By Pablita Thomas, Executive Director, BC Hospice Palliative Care Association
As we begin 2026, British Columbia enters the second year of Age Forward, a provincial strategy and action plan grounded in connection, prevention, and community-based supports. While Age Forward is led by the Ministry of Health and focuses on aging well, its intent reflects a broader provincial shift toward upstream, community-based approaches that require alignment across health, mental health, and social systems.
Hospice societies across British Columbia already deliver this model in practice. Through specially trained staff and volunteers, they support not only seniors, but children, families, caregivers, and individuals across the lifespan, across cultures, identities, sexual orientations, and housing circumstances, including people who are structurally unhoused, in urban, rural, and remote communities.
This year, the BC Hospice Palliative Care Association’s theme is Presenting the Case: elevating the services hospice societies deliver as essential health and mental health infrastructure, and naming the structural misalignment that has limited their full recognition and integration within provincial planning, policy frameworks, which ultimately has affected equitable funding pathways.
Delivering System Outcomes Without System Positioning
Hospice societies deliver care where health, mental health, caregiving, and social connection intersect.
They provide grief and bereavement support, caregiver stabilization, palliative and end-of-life care, volunteer-led companionship, and low-barrier psychosocial services, often long before crisis points are reached, and long after formal clinical care ends.
These services are delivered by specially trained staff and volunteers, across urban, rural, and remote communities, in partnership with families, clinicians, and community organizations.
Yet despite this impact, hospice societies remain largely outside formal policy and funding architecture.
This is not a gap in delivery.
It is a gap in policy design.
At times, hospice societies are referenced in consultations and community outcomes, but they are not consistently embedded within funding pathways, cross-ministry mandates, or system integration frameworks. As a result, their contributions remain under leveraged at a time when the health system is under historic strain and fiscal pressure.

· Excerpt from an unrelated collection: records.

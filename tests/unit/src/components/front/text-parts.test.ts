import { describe, expect, it } from 'vitest'
import { textParts } from '@/components/front/text-parts'

const links = (text: string): string[] =>
  textParts(text)
    .filter(({ link }) => link)
    .map((part) => part.text)

describe('textParts', () => {
  it('finds the addresses of a text, without what ends a sentence', () => {
    expect(links('Join here:\nhttps://beads.example/join/a-b_c\n\nor (see http://x.example/y?z=1).')).toEqual(
      ['https://beads.example/join/a-b_c', 'http://x.example/y?z=1'],
    )
  })

  it('leaves nothing of the text out', () => {
    const text = 'One https://a.example/b, two javascript:alert(1) three'
    expect(
      textParts(text)
        .map((part) => part.text)
        .join(''),
    ).toBe(text)
    expect(links(text)).toEqual(['https://a.example/b'])
  })

  it('makes no link of what is no address of the web', () => {
    expect(links('javascript:alert(1) data:text/html,x file:///etc/passwd <b>')).toEqual([])
  })
})
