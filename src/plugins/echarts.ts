import { CustomChart, LineChart, type CustomSeriesOption, type LineSeriesOption } from 'echarts/charts'
import { GridComponent, type GridComponentOption } from 'echarts/components'
import { use, type ComposeOption } from 'echarts/core'
import { SVGRenderer } from 'echarts/renderers'

use([SVGRenderer, GridComponent, LineChart, CustomChart])

/** Options of the charts made of lines and of shapes drawn by hand. */
export type CurveChartOption = ComposeOption<GridComponentOption | LineSeriesOption | CustomSeriesOption>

Hospice Predates Modern Health Integration
To understand this system/policy gap, is to understand how hospice palliative care delivered by hospice societies began in BC.
Hospice societies in British Columbia predate today’s integrated health system structures and the current regionalized health authority model.
Many emerged in the late 1970s and early 1980s through community and volunteer leadership, alongside or ahead of early provincial hospice pilot initiatives. They developed largely outside formalized palliative care structures, as charitable, volunteer-led responses to unmet needs at end of life, in caregiving, and in grief and bereavement.
This community-based origin allowed hospice societies to earn deep local trust, respond flexibly to local realities, and reach people and families the formal health system often could not.
That independence became their strength, and, over time, their vulnerability.
As health systems evolved toward regionalization and integration, hospice societies were never formally repositioned within new policy, planning, or funding architectures. They remained outside the system not by choice, but by historical design.
The result is a paradox: hospice societies now deliver outcomes governments explicitly prioritize, prevention, mental health support, caregiver wellness, social connection, and community resilience, yet remain structurally under recognized and inconsistently integrated as system partners.
A Shift in the Conversation, and a Moment to Act
The 2025 Select Standing Committee on Finance consultation report marked an important shift. For the first time, hospice palliative care, grief and bereavement services, caregiver support, and community-based approaches were raised repeatedly across multiple themes, including health system sustainability, mental health, and community care.
This recognition matters.
But consultation alone does not ensure implementation.
As British Columbia prepares for Budget 2026 release amid fiscal constraints and growing demand for community based care, the opportunity is not only to fund programs, but to align policy, funding, and mandates with infrastructure that already exists and works.
Hospice societies are uniquely positioned to support this alignment. Through its provincial reach and relationships with hospice societies across BC, BCHPCA can help identify where and how community-based palliative approaches intersect with multiple ministries, health, mental health, seniors, children and families, and social development, without duplicating effort or creating new bureaucracy.
What Comes Next
In February 2026, BCHPCA will release a Policy Position Paper outlining how hospice societies can be integrated into BC’s health and mental health systems without being institutionalized or absorbed, and without eroding the community trust that makes them effective.
This paper is not a funding proposal.
It is a systems level policy statement intended to support implementation, interpretation, and alignment, regardless of specific budget allocations.
Our message is simple:
Hospice societies are not charitable add-ons to the health system.
They are community based system stabilizers, mental health partners, and cost containment allies.
If British Columbia is serious about strengthening community care while managing fiscal constraints, hospice societies must be structurally recognized and integrated as essential partners.
This year, BCHPCA will present that case, clearly, constructively, and collaboratively.